Querida Dell:
Nuestra avenida nos avisora su ultima cuadra, el ultimo tramo del camino es una calzada asfaltada de miedos, dudas y recuerdos, esos que se borrarán quién sabe al final o que perdurarán como marcas en la piel.
Hoy mis palabras se adelgazan y levemente se elevan para llegar hacia ti, hoy simplemente me rindo a ser yo, plasmado en un papel, plasmado en estas líneas. Las miles de palabras se aglutinan en mis dedos e interrumpen desastrosamente a mis ideas lúcidas, desean salir a flote, dibujan frases sin sentido pero todos con una sola esencia… gracias.

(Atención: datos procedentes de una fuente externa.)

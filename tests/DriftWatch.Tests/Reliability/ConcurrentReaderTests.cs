using System.Diagnostics;
using System.Globalization;
using System.Text.RegularExpressions;
using DriftWatch.Cli;
using DriftWatch.Storage;
using DriftWatch.Tests.Support;
using Xunit;
using Xunit.Abstractions;

namespace DriftWatch.Tests.Reliability;

/// <summary>
/// The morning-after commands run in a loop while a demo process trains and writes the same store: none fails, none sees
/// an epoch without its map, statistics and verdict, and the time the writer spends in store writes is measured with
/// and without them.
/// </summary>
public sealed partial class ConcurrentReaderTests
{
    // Enough epochs, each with enough attribution work, that the readers meet the writer on an idle machine too: at 16
    // epochs of 64 steps the writer once finished a fifth of a second after the quiet epochs, before any reader ran.
    private const int Epochs = 40;
    private const int QuietEpochs = 5;

    private readonly ITestOutputHelper _output;

    public ConcurrentReaderTests(ITestOutputHelper output) => _output = output;

    [Fact]
    public async Task ReadersWhileTrainingWritesNeverFailAndNeverSeeHalfAnEpoch()
    {
        using var temp = new TempFolder();
        string store = temp.File("busy.litedb");
        const string run = "busy";
        using var demo = ChildProcess.Start(
            ChildProcess.DemoDll,
            "--small", "--store", store, "--run", run, "--epochs", Epochs.ToString(CultureInfo.InvariantCulture),
            "--rows", "400", "--steps", "256", "--keep-training");

        // The first epochs without readers give the writer's own pace; then two readers run until training ends.
        Assert.True(demo.WaitForLine(l => EpochLine().IsMatch(l), QuietEpochs), demo.Error);
        var failures = new List<string>();
        var timings = new Dictionary<string, List<double>>();
        int consistencyChecks = 0;
        var commands = Task.Run(() =>
        {
            int i = 0;
            while (!demo.HasExited)
            {
                // Not the demo's own charts folder beside the store: its last step writes the same trend chart file.
                var args = SampleStore.ReadCommands(store, run, temp.File("reader-charts")).ElementAt(i++ % 5).ToArray();
                var clock = Stopwatch.StartNew();
                var (code, _, error) = SampleStore.Cli(args);
                Record(timings, args[0], clock.Elapsed.TotalSeconds);
                if (code is not (ExitCodes.Fine or ExitCodes.Halt))
                    Record(failures, $"{string.Join(' ', args)} exited {code}: {error.Trim()}");
            }
        });
        var consistency = Task.Run(() =>
        {
            while (!demo.HasExited)
            {
                var clock = Stopwatch.StartNew();
                CheckWholeEpochs(store, run, failures);
                Record(timings, "whole-epoch check", clock.Elapsed.TotalSeconds);
                Interlocked.Increment(ref consistencyChecks);
            }
        });
        int exit = demo.WaitForExit();
        await Task.WhenAll(commands, consistency);

        Assert.True(exit == 0, demo.Error);
        using var reader = RunStore.OpenForReading(store);
        var epochs = reader.Epochs(reader.GetRun(run).Id);
        Assert.Equal(Enumerable.Range(1, Epochs), epochs.Select(e => e.Epoch));
        // Epoch 1 also pays for warming up; the quiet epochs after it are the writer's own pace.
        var quiet = epochs.Where(e => e.Epoch is > 1 and <= QuietEpochs).Select(e => e.StoreSeconds).ToList();
        var busy = epochs.Where(e => e.Epoch > QuietEpochs + 1).Select(e => e.StoreSeconds).ToList();
        _output.WriteLine(string.Create(CultureInfo.InvariantCulture, $"""
            concurrent readers: {timings.Values.Sum(t => t.Count)} reads ({string.Join(", ", timings.OrderBy(t => t.Key, StringComparer.Ordinal).Select(t => $"{t.Value.Count} {t.Key}"))}) while {Epochs} epochs were written; {consistencyChecks} whole-epoch checks
            writer's store time per epoch: median {Median(quiet) * 1000:F0} ms, max {quiet.Max() * 1000:F0} ms without readers; median {Median(busy) * 1000:F0} ms, max {busy.Max() * 1000:F0} ms with readers (ratio of medians {Median(busy) / Median(quiet):F1})
            reader time per command (median / max, ms): {string.Join("; ", timings.OrderBy(t => t.Key, StringComparer.Ordinal).Select(t => $"{t.Key} {Median(t.Value) * 1000:F0} / {t.Value.Max() * 1000:F0}"))}
            failures: {failures.Count}
            """));
        failures.ForEach(f => _output.WriteLine("failure: " + f));
        Assert.True(consistencyChecks > 0 && timings.Count >= 5, "the readers did not get to run while training wrote");
        Finalizers.RunNow();
        Assert.Empty(failures);
    }

    // Reads epochs first, then maps, verdicts and statistics: whatever the writer commits in between, every epoch
    // already listed must have all three, exactly once.
    private static void CheckWholeEpochs(string path, string run, List<string> failures)
    {
        try
        {
            using var store = RunStore.OpenForReading(path);
            var document = store.FindRun(run);
            if (document is null)
                return;
            var epochs = store.Epochs(document.Id).Select(e => e.Epoch).ToList();
            var maps = store.Maps(document.Id).GroupBy(m => m.Epoch).ToDictionary(g => g.Key, g => g.Count());
            var verdicts = store.Verdicts(document.Id).GroupBy(v => v.Epoch).ToDictionary(g => g.Key, g => g.Count());
            var statistics = store.StatisticsOf(document.Id).GroupBy(s => s.Epoch).ToDictionary(g => g.Key, g => g.Count());
            foreach (int epoch in epochs)
            {
                if (maps.GetValueOrDefault(epoch) != 1 || verdicts.GetValueOrDefault(epoch) != 1 || statistics.GetValueOrDefault(epoch) != 1)
                    Record(failures, $"epoch {epoch} was listed with {maps.GetValueOrDefault(epoch)} maps, {verdicts.GetValueOrDefault(epoch)} verdicts, {statistics.GetValueOrDefault(epoch)} statistics");
            }
            if (!epochs.SequenceEqual(Enumerable.Range(1, epochs.Count)))
                Record(failures, $"epochs listed out of order or with gaps: {string.Join(",", epochs)}");
        }
        catch (DriftWatchException e)
        {
            Record(failures, "a reader failed: " + e.Message);
        }
    }

    private static void Record<T>(List<T> list, T item)
    {
        lock (list)
            list.Add(item);
    }

    private static void Record(Dictionary<string, List<double>> timings, string what, double seconds)
    {
        lock (timings)
        {
            if (!timings.TryGetValue(what, out var list))
                timings[what] = list = [];
            list.Add(seconds);
        }
    }

    private static double Median(IReadOnlyList<double> values)
    {
        var sorted = values.Order().ToArray();
        return sorted.Length == 0 ? double.NaN : sorted.Length % 2 == 1 ? sorted[sorted.Length / 2] : (sorted[(sorted.Length / 2) - 1] + sorted[sorted.Length / 2]) / 2;
    }

    [GeneratedRegex(@"^epoch\s+(\d+)\s")]
    private static partial Regex EpochLine();
}
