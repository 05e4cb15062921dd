using System.IO.Compression;
using DriftWatch.Cli;

namespace DriftWatch.Tests.Reliability;

/// <summary>The format-1 sample store (Data/format1-store.PROVENANCE.md), copied out for a test to read or damage.</summary>
internal static class SampleStore
{
    public const string Run = "format-1-sample";

    /// <summary>Decompresses the sample into <paramref name="folder"/> and returns its path.</summary>
    public static string CopyTo(string folder, string name = "format1.litedb")
    {
        string path = Path.Combine(folder, name);
        using var source = new GZipStream(File.OpenRead(Path.Combine(AppContext.BaseDirectory, "Data", "format1-store.litedb.gz")), CompressionMode.Decompress);
        using var target = File.Create(path);
        source.CopyTo(target);
        return path;
    }

    /// <summary>Runs the CLI in this process.</summary>
    public static (int Code, string Output, string Error) Cli(params string[] args)
    {
        var output = new StringWriter();
        var error = new StringWriter();
        int code = CliApp.Run(args, output, error);
        return (code, output.ToString(), error.ToString());
    }

    /// <summary>Every read command over one run, as a person would run them the morning after.</summary>
    public static IEnumerable<string[]> ReadCommands(string store, string run, string chartFolder) =>
    [
        ["runs", "--store", store],
        ["show", run, "--store", store],
        ["check", run, "--store", store],
        ["check", run, "--store", store, "--json", "--any"],
        ["chart", run, "--store", store, "--out", chartFolder],
    ];
}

Gracias desvarío por aparecerte así, simple, un día que parecía ser normal, gracias por salvarme del suplicio y por enseñarme a subsistir en ese laberinto intrínseco que es ser yo. Gracias por ser como eres, gracias por quitarme la razón.
Tu presencia es efímera…ah, maldita idea que tuve que hacerme el día que te conocí, era el precio que hay que pagar por deleitarse con tus ojos de miel cada día, por deslumbrarse con tu sonrisa, por ser partícipe de tus arranques de locura temporal (…claro tu agradable locura temporal). Al final, solo terminamos como dos desconocidos, vaya madurez la nuestra, pero sé muy bien que tu recuerdo aun estará ahí, tilitando como una mariposa… no, con nosotros no va lo cursi, circundando como un caracol en mi piel (que valgan verdades alguna vez deseó ser tuya y se comprimió con ese dolor que hace sentir a uno vivo).
Ahora ya estamos aquí, casi acariciando la gloria y despues, un camino que se quiebra, hace ¡CRACK! Y se separa. Yo no lo quise así y de veras que hubiera dejado de hacer muchas “cosas” porque esa brecha que nos divide ahora jamás se haya abierto de tal forma.
¿Sabes? Fuiste una dulce piedra en mi zapato, extrañamente soportable (como siempre digo “…sarna con guso no pica”), te extrañé cuando te alejaste así de la noche a la mañana, dejándome en el aire sin ninguna razón, razón arrancada de tu imaginación a la realidad, obligada a ser cavilada y afirmada despues. Aun te extraño, sobre todo cuando escucho tu risa, tu voz incontinua. La música ayuda mucho, el aparentar que te ignoro, el tratar de odiarte como antes de conocerte, pero mis razones decaen por motivos que tu y yo conocemos; jamás lo quise así, jamás quise que trataras de escapar de “eso” que era tan normal para nosotros hasta un momento, pero no pudimos escapar y lo sabes muy bien, lástima que lo quisieras de eso modo.
Oye, me gustó mucho conocerte, serás un lindo, recuerdo inigualable a cabalidad; aun conservaré tu pulsera de cabellos y estará conmigo el sábado para sentirme mas seguro (tu me dabas seguridad, aparente, pero al fin y al cabo seguridad). Perdoname si alguna vez te hice mal, si hubieron cosas de mi que no te gustaron; yo soy así, torpe, estúpido a veces (perfecto en las cosas tontas), en fin, soy yo.
Te quiero harto tulipán, cuídate mucho.